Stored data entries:
******************************
"""Results of a state as Touchstone files: the bytes that a record keeps and an audit makes again."""

from __future__ import annotations

from benchrun.evaluate.state import State
from benchrun.rf.tone import Tone
from benchrun.rf.touchstone import write

__all__ = ["result_files"]


def result_files(state: State) -> dict[tuple[str, str], tuple[str, bytes]]:
    """Corrected and de-embedded networks.

    Returns
    -------
    dict
        By step and kind (``"corrected"`` or ``"de-embedded"``): path inside a record, and contents.
    """
    found = {}
    for step, network in state.networks.items():
        kind = state.kinds[step]
        if kind in ("uncorrected", "tone"):  # the raw reading itself is kept already
            continue
        path = f"{kind}/{step}.s{network.ports}p"
        nominal = network.nominal
        assert not isinstance(nominal, Tone)  # its kind is "tone"
        comment = f"{step}: {kind}"
        if network.ports_ohm is not None:  # which the option line has no way to say
            one, two = (f"{z.real!r} {z.imag:+}j ohm" for z in network.ports_ohm)
            comment += (
                f"\nreference impedance of port 1: {one}; of port 2: {two}; not that of the option line"
            )
        contents = write(network.f_hz, nominal, comment, network.z0_ohm)
        found[step, kind] = path, contents
    return found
******************************
• **EXERCISE PROMPT**:
In the entries above, one line contains "and de-embedded networks." and another contains "nominal = network.nominal". Reproduce exactly those two lines and the lines between them, nothing else.

• **SOLUTION TO THIS TASK**:
    """Corrected and de-embedded networks.

    Returns
    -------
    dict
        By step and kind (``"corrected"`` or ``"de-embedded"``): path inside a record, and contents.
    """
    found = {}
    for step, network in state.networks.items():
        kind = state.kinds[step]
        if kind in ("uncorrected", "tone"):  # the raw reading itself is kept already
            continue
        path = f"{kind}/{step}.s{network.ports}p"
        nominal = network.nominal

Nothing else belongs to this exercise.